A remark on an overdetermined problem in Riemannian Geometry

TL;DR

This paper investigates overdetermined boundary value problems involving the p-Laplacian on Riemannian manifolds with isoparametric distance functions, proving that certain boundary conditions imply the domain is a geodesic ball.

Contribution

It establishes a rigidity result for overdetermined p-Laplacian problems on Riemannian manifolds with isoparametric distance functions, extending classical symmetry results.

Findings

Domains with specified boundary conditions are geodesic balls.

Results apply to rotationally symmetric metrics on Euclidean space.

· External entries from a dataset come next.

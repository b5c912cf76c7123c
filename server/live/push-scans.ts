import { DomainError } from '../../models/errors.ts';
import type { LiveScan, LiveSource } from '../../models/log/live-source.ts';
import type { Pushed, PushRequest } from '../contract/live.ts';
import type { Db } from '../store/database.ts';
import { isoFromMs } from '../store/instants.ts';
import { type LiveSourceRow, listLiveSources } from '../store/live-sources.ts';
import { findKey, type KnownKey, markKeyUsed } from '../store/sender-keys.ts';
import type { LiveLogging } from './live-logging.ts';
import { whyNotWritten } from './why-not-written.ts';

export interface PushParts {
  readonly db: Db;
  readonly clock: () => number;
  readonly live: Pick<LiveLogging, 'journal'>;
}

/** When a key was last used is written down so often, ms; not with every push. */
const USE_IS_WRITTEN_MS = 60_000;

const lastWritten = new WeakMap<Db, Map<number, number>>();

/** Takes scans from a sender that shows its vessel's key. */
export async function pushScans(parts: PushParts, key: string | null, request: PushRequest): Promise<Pushed> {
  const { db } = parts;
  const known = requireUsableKey(db, key);
  const source = sourceNamed(db, known, request.source);
  const { settings } = source;
  const scans: LiveScan[] = [];
  const refused: Pushed['refused'] = [];
  for (const one of request.scans) {
    const figures = figuresOf(settings.document, one.values);
    if (figures === null) refused.push({ at: isoFromMs(Date.parse(one.at)), because: unknownKeys(settings.document) });
    else scans.push({ timeMs: Date.parse(one.at), sequence: one.sequence ?? null, figures });
  }
  const pushed = await parts.live.journal.take(source.id, scans, { settings });
  noteUse(parts, known.id);
  return { ...pushed, refused: [...refused, ...pushed.refused] };
}

function requireUsableKey(db: Db, key: string | null): KnownKey {
  const known = key === null ? undefined : findKey(db, key);
  if (known === undefined) {
    throw new DomainError('key-unknown', 'A push needs the key of its vessel: "Authorization: Bearer KEY"');
  }
  if (known.isRevoked) throw new DomainError('not-permitted', `The key "${known.name}" was revoked`);
  return known;
}

/** The source of the key's vessel that is meant: the one named, or the only one that is pushed. */
function sourceNamed(db: Db, { vesselId }: KnownKey, name: string | undefined): LiveSourceRow {
  const pushed = listLiveSources(db, vesselId).filter(({ settings }) => settings.document.reads.kind === 'push');
  const named = name === undefined ? pushed : pushed.filter((source) => source.name === name);
  const [only] = named;
  if (only === undefined) {
    throw new DomainError(
      'not-found',
      name === undefined
        ? 'No source of this vessel is pushed'
        : `No source of this vessel that is pushed is called "${name}"`,
    );
  }
  if (named.length > 1) {
    const names = named.map((source) => source.name).join(', ');
    throw new DomainError('invalid-request', `Say which source it is: this vessel has ${names}`);
  }
  if (!only.settings.isResting) return only;
  throw new DomainError('state-conflict', `The source "${only.name}" rests; nothing is taken from it`, {
    source: only.name,
  });
}

/** In the order of the document's channels; null where no key is one of theirs. */
function figuresOf({ channels }: LiveSource, values: PushRequest['scans'][number]['values']): Float64Array | null {
  if (!channels.some(({ column }) => Object.hasOwn(values, column))) return null;
  return Float64Array.from(channels, ({ column }) =>
    Object.hasOwn(values, column) ? (values[column] ?? Number.NaN) : Number.NaN,
  );
}

function unknownKeys({ channels }: LiveSource): string {
  return `none of its keys is a channel's: ${channels.map(({ column }) => column).join(', ')}`;
}

function noteUse({ db, clock }: PushParts, id: number): void {
  const written = lastWritten.get(db) ?? new Map<number, number>();
  lastWritten.set(db, written);
  const now = clock();
  if (Math.abs(now - (written.get(id) ?? 0)) < USE_IS_WRITTEN_MS) return;
  written.set(id, now);
  try {
    markKeyUsed(db, id, isoFromMs(now));
  } catch (error) {
    // The scans are kept; that the key's use could not be written down takes nothing back.
    if (whyNotWritten(error) === null) throw error;
  }
}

Provides conditions under which overdetermined problems imply symmetry.

Abstract

Let $(M,g)$ be a Riemannian manifold with a distinguished point $O$ and assume that the geodesic distance $d$ from $O$ is an isoparametric function. Let $\Omega\subset M$ be a bounded domain, with $O \in \Omega$, and consider the problem $\Delta_p u = -1$ in $\Omega$ with $u=0$ on $\partial \Omega$, where $\Delta_p$ is the $p$-Laplacian of $g$. We prove that if the normal derivative $\partial_{\nu}u$ of $u$ along the boundary of $\Omega$ is a function of $d$ satisfying suitable conditions, then $\Omega$ must be a geodesic ball. In particular, our result applies to open balls of $\mathbb{R}^n$ equipped with a rotationally symmetric metric of the form $g=dt^2+\rho^2(t)\,g_S$, where $g_S$ is the standard metric of the sphere.